# Lightworks Beta tutorial ?



## Chrismettal (1. Dezember 2010)

Hey
seid kurzer zeit gibts die open beta von Lightworks (programm zum video editieren)

ich habs auf meim Sys perfekt zum laufen gebracht, alles oke (bei Chip.de steht auf windows 7 64  Bit ham sies nie zum laufen gebracht) hab auch Codecs installiert un so
also
Klappt!

aber, ich komm nich damit zurecht  kann mir irgendjemand grundlegende funktionen erklären bzw gleich n Tutorial geben ?
Ich bekomms noch nichmal auf die reihe Videos zu importieren und dann zu schneiden etc.. NICHTS  
whr nice wenn mir jmd helfen kann 
grüzze ^^

Lightworks: Profi-Videoschnitt-Software gratis - News - CHIP Online


----------



## Hombracho (2. Dezember 2010)

Auf der Homepage kannst du dich registrieren. Dort gibt es ein Forum und ein Benutzerhandbuch zum Download:
http://www.lightworksbeta.com/index.php?option=com_jdownloads&view=viewcategory&catid=3&Itemid=214

Übrigens gibt es dort auch eine aktuellere Version zum Download.

Werde mich die nächsten Tage mal damit befassen. Da ich mich bereits mit Final Cut Pro etwas auskenne, sollte das Programm kein Problem darstellen...

Kann dir dann gerne weiter helfen.


----------



## Chrismettal (2. Dezember 2010)

Ja ich hab mich schon registriert und das handbuch runtergeladen aber das hilft mir nicht  da steht rein garnichts über das importieren von clips drin 

hoffentlich kannst du mir dann helfen 
thx schonmal ^^


----------



## Hombracho (3. Dezember 2010)

Als erstes musst du ja ein neues Projekt anlegen. Dann gibt es auf der linken Seite eine Leiste mit Icons. Dort wähst du das zweite von oben aus. Damit kannst du Clips importieren.
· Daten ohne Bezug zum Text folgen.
def solve(case: Case, engine: str = "auto", time_limit: float | None = None,
          mip_gap: float | None = None, relax: bool = False, verbose: bool = False,
          extend: Callable[[LinearProgram, ModelInfo], None] | None = None,
          hz: Horizon | None = None, incremental: bool = False,
          price_step: float | None = None, workers: int | None = None,
          scheduler: str | None = None, blocks: bool = True, warm: Callable | None = None,
          nadir_sim: bool = True) -> Result:
    """Least-cost droop and headroom allocation meeting every event's limits.

    engine: "pyomo" (Pyomo model on Pyomo's HiGHS interface), "highspy" (bulk load), or
    "auto" (the bulk load; see backends.solve_program).
    extend: called on every model built (lp, info) to add blocks or change the objective
      (studies such as retune proposals); the result's cost is always the headroom cost.
    hz: the stacked case (model.prepare), e.g. with extra event instances.
    incremental: also re-solve once per event instance (and own-reserve requirement) grown
      by price_step MW (default max(1 MW, 1 %)) for incremental prices (solver/incremental.py;
      not with extend, whose objective is not the cost).
    workers/scheduler: a separable horizon (solver/blocks.py) is solved block by block, on
      Dask when given; blocks=False solves it whole. warm: (lp, info) -> (columns, values), a
      partial first incumbent. nadir_sim=False skips the simulated nadir check.
    Raises InfeasibleError (with a diagnosis) when no allocation meets the limits."""
    if case.is_nodal:  # buses.csv: lazy sparse flow rows (solver/rowgen.py)
        from optreserve.solver.rowgen import solve_nodal

        return solve_nodal(case, engine, time_limit, mip_gap, relax, verbose, extend, hz)
    if blocks:
        from optreserve.solver.blocks import separable, solve_blocks

        if separable(case, extend, hz):
            return solve_blocks(case, workers=workers, scheduler=scheduler, engine=engine,
                                time_limit=time_limit, mip_gap=mip_gap, relax=relax,
                                verbose=verbose, incremental=incremental,
                                price_step=price_step)
    t_start = time.perf_counter()
    clock = Clock()  # verify, nadir_check, prices: timings_s keys beside build and solve
    time_limit = time_limit if time_limit is not None else case.solver.time_limit_s
    mip_gap = mip_gap if mip_gap is not None else case.solver.mip_gap
    opts = dict(time_limit=time_limit, mip_gap=mip_gap, verbose=verbose)

    t0 = time.perf_counter()
    progress.step("preparing the model data")
    hz = prepare(case) if hz is None else hz
    t_build = time.perf_counter() - t0
    t_solve = 0.0
    x_hat = None
    iterations = 0
    history = []
    retried = False
    timed_out = False  # stopped by the time budget before the passes converged
    nadir = _nadir_state(case)
    while True:
        iterations += 1
        t0 = time.perf_counter()
        progress.step("building the model" + (f" (dead-band pass {iterations})"
                                               if iterations > 1 else ""))
        lp, info = build_model(case, x_hat=x_hat, relax=relax, hz=hz,
                               nadir_scale=nadir["guide"])
        if extend is not None:
            extend(lp, info)
        t_build += time.perf_counter() - t0
        if time_limit is not None:  # the dead-band iterations share one time budget
            left = time_limit - (time.perf_counter() - t_start)
            if history and left <= 0:
                lp, info, out, points = best_verified(case, history, time_limit)
                timed_out = True
                break
            opts["time_limit"] = max(left, 0.01)
        start = history[-1][2].x if history and history[-1][0].n_cols == lp.n_cols else None
        if start is None and warm is not None and not history:
            start = warm(lp, info)
        out = solve_program(lp, engine=engine, want_duals=not lp.is_mip, start=start, **opts)
        t_build += out.emit_time_s
        t_solve += out.solve_time_s
        if out.status == "infeasible":
            if iterations == 1 and _needs_fixed_point(info) and not retried:
                # the first guess (every event at the limit) can misjudge dead-band flows:
                # take the settled points of the least-violating allocation and try again
                retried = True
                e_lp, e_info = build_model(case, elastic=True, hz=hz, nadir_scale=nadir["guide"])
                if extend is not None:
                    extend(e_lp, e_info)
                e_out = solve_program(e_lp, engine="highspy")
                if e_out.x is not None:
                    guess = np.abs(exact_points(e_info, e_lp, e_out.x).deviation_hz)
                    x_hat = np.where((hz.dP > 0) & np.isfinite(guess) & (guess > 0), guess,
                                     info.x_hat)
                    iterations = 0
                    continue
            if _nadir_on_infeasible(case, hz, nadir, history):
                iterations = 0  # the nadir rows alone were infeasible: the simulation decides
                retried, x_hat = False, None  # and the dead-band guess starts again with them
                continue
            if not history:
                raise diagnose(case, hz, extend, nadir["guide"])
            # the dead-band guess moved into an infeasible corner: keep the last good answer
            lp, info, out = history[-1]
            points = None
            break
        if out.x is None:
            if out.status not in TIME_STATUSES:  # HiGHS failed: say so, in any pass
                raise failed_pass(out, iterations) if history else SolverError(
                    f"HiGHS stopped without a usable allocation ({out.status}: {out.message})")
            if history:  # a later dead-band pass ran out of time: the best verified answer
                lp, info, out, points = best_verified(case, history, time_limit)
                timed_out = True
                break
            raise NoAllocationYet.within(time_limit, out.message)
        info.hz = dispatch_view(info.hz, lp, out.x)
        history.append((lp, info, out))
        progress.step("recomputing settled points independently")
        with clock("verify"):
            points = exact_points(info, lp, out.x)
        exact = np.abs(points.deviation_hz)
        live = info.hz.dP > 0
        if not _needs_fixed_point(info):
            # no row depends on the settled guess: the exact deviation is the model's own
            info.x_hat = np.where(live, exact, info.x_hat)
            if nadir_sim and clock.run("nadir_check", _nadir_round, case, info, lp, out, nadir):
                continue
            break
        if np.all(np.abs(exact - info.x_hat)[live] <= FIXED_POINT_TOL_HZ) or (
                iterations >= FIXED_POINT_MAX_ITER):
            if nadir_sim and clock.run("nadir_check", _nadir_round, case, info, lp, out, nadir):
                x_hat = np.where(live & np.isfinite(exact), exact, info.x_hat)
                continue
            break
        x_hat = np.where(live & np.isfinite(exact), exact, info.x_hat)
        points = None

    with clock("nadir_final"):  # the answer returned is one the simulation has checked
        lp, info, out, swapped = _nadir_final(case, info, lp, out, nadir)
    points = None if swapped else points
    with clock("verify"):
        result = _make_result(case, lp, info, out, relax, points, check_model=not timed_out)
    result.nadir_check = {k: nadir[k] for k in ("checked", "rounds", "worst_hz", "confirmed",
                                                 "cuts", "relaxed", "loosened")}
    if nadir["confirmed"] is False:
        result.status = "nadir_unconfirmed"
    # our own tie-break price on headroom (model.TIE_BREAK_PER_MW_H) makes HiGHS remark on
    # "excessively small costs": that one is expected and not passed on
    result.solver_warnings = list(dict.fromkeys(
        w for _, _, o in history for w in o.warnings if "small costs" not in w))
    result.iterations = iterations
    with clock("prices"):  # its extra LP's build and solve included
        _attach_prices(result, lp, info, out)
    if incremental and extend is None and not relax:
        from optreserve.solver.incremental import attach_incremental

        with clock("incremental_prices"):  # the MILP re-solves at the grown event sizes
            # at the nadir rows the solve ended with (loosened scale, simulation cuts)
            attach_incremental(result, case, hz, info, out.x, price_step, time_limit,
                               nadir["guide"])
    result.timings_s.update(read=case.read_time_s, build=t_build, solve=t_solve, **clock,
                            write=0.0)
    close_total(result.timings_s, time.perf_counter() - t_start + case.read_time_s)
    return result
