"""Quick screening of a case without optimising: per event the gain the limit needs against
the most the case can offer (every capable provider at its highest gain).

The most-capable allocation is built here; what it gives at the limit is the one evaluation
of verify/breaks.py (`response_at_limit`), the same that `solve`'s diagnosis reports, so that
`check` and `solve` quote the same shortfall."""

from __future__ import annotations

import numpy as np
import pandas as pd

from optreserve.case.data import Case
from optreserve.model.horizon import Horizon, prepare, responds
from optreserve.verify.breaks import response_at_limit


def screening_limit_hz(case: Case) -> float:
    """The settled bound an allocation is held to (the tighter of the settled limit and the
    full-activation deviation)."""
    return min(case.limits.max_settled_deviation_hz, case.limits.full_activation_deviation_hz)


def most_capable(case: Case, hz: Horizon):
    """Per period (T, N): every capable provider at its highest gain (the highest governor
    step inside band and headroom when the case has steps), headroom sized for full
    activation. Returns gain, r_up, r_dn."""
    K_max = hz.K_hi_t
    if case.droop.steps_pct is not None:
        # highest gain a governor step allows inside the band and the headroom
        g = case.gain_from_droop(np.ones(hz.N))[None, :, None] / np.asarray(
            case.droop.steps_pct)[None, None, :]
        ok = (g >= hz.K_lo[None, :, None] * (1 - 1e-9)) & (g <= K_max[:, :, None] * (1 + 1e-9))
        K_max = np.where(ok, g, 0.0).max(axis=2)
    r = K_max * hz.a_act[None, :]
    up, dn = responds(hz)  # a direction a unit cannot (or may not) provide in holds nothing
    return (K_max, np.where(hz.need_up[:, None] & up, r, 0.0),
            np.where(hz.need_dn[:, None] & dn, r, 0.0))


def event_capability(case: Case, hz: Horizon | None = None) -> pd.DataFrame:
    """One row per event instance (with its period, for a horizon): needed and offered
    response at the settled limit.

    needed_gain_mw_per_hz = |dP| / F (load self-regulation included on the offered side);
    offered_gain_mw_per_hz = (sum_i K_max,i (F - d_i)^+ + F D) / F with the tripped unit out.
    """
    hz = prepare(case) if hz is None else hz
    F = screening_limit_hz(case)
    offered = response_at_limit(hz, *most_capable(case, hz), F)
    df = pd.DataFrame({"event": np.array(hz.inst_name, dtype=object)})
    if case.is_horizon:
        df["period"] = np.array(list(case.periods), dtype=object)[hz.inst_t]
    df["size_mw"] = hz.sigma * hz.dP
    df["needed_gain_mw_per_hz"] = hz.dP / F
    df["offered_gain_mw_per_hz"] = offered / F
    df["needed_mw_at_limit"] = hz.dP
    df["offered_mw_at_limit"] = offered
    df["short_mw"] = np.maximum(hz.dP - offered, 0.0)
    return df


def screening_scope(case: Case) -> str:
    """What the screening leaves to `solve` (said after "case is valid")."""
    left = (["link limits"] if len(case.links) else []) + (
        ["own reserve"] if (case.areas["min_own_reserve_mw"] > 0).any() else []) + (
        ["the nadir limit"] if case.limits.max_nadir_deviation_hz is not None else [])
    if not left:
        return ""
    return (" (every event can be met on its own; " + ", ".join(left)
            + " are decided by solve, whose diagnosis names the one that binds)")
Aber nicht vergessen auch Bins anzulegen, in denen das Video abgelegt wird.. Wenn du ein Video importierst, dann brauchst du Quicktime auf deinem Rechner. Und Matrox VFW-Codecs: Matrox Video - Support - Matrox VFW Software Codecs Downloads

Vielleicht hilft dir das erstmal weiter.


----------



## Chrismettal (3. Dezember 2010)

muss ich unbedint quicktime haben ? matrox hab ich installiert

wenn ich einen clip importieren will VERSUCHT er nichtmal wirklich zu importieren wenn icha uf start drücke.. bei liedern oder bildern kommt dann ein Ladebalken zuerst, bei videos sollte das ja auch kommen.. liegt das daran das ich kein quicktime hab?

und muss ich Bins anlegen Bevor ich importiere ?

danke schonmal


----------



## cheater1000 (6. Dezember 2010)

Du musst auch sicherstellen, dass die Framerate von dem File, dass du importieren willst, mit der übereinstimmt, die du beim erstellen des Projekts gewählt hast. Dann sollte das Importieren eigentlich funktionieren.


----------



## Chrismettal (7. Dezember 2010)

Danke, darauf hätte ich idiot aber auch selber kommen müssen.. DANKE


----------



## cheater1000 (7. Dezember 2010)

kein problem... hab auch ein weilchen gebrauch, bis ich das kapiert hab...


----------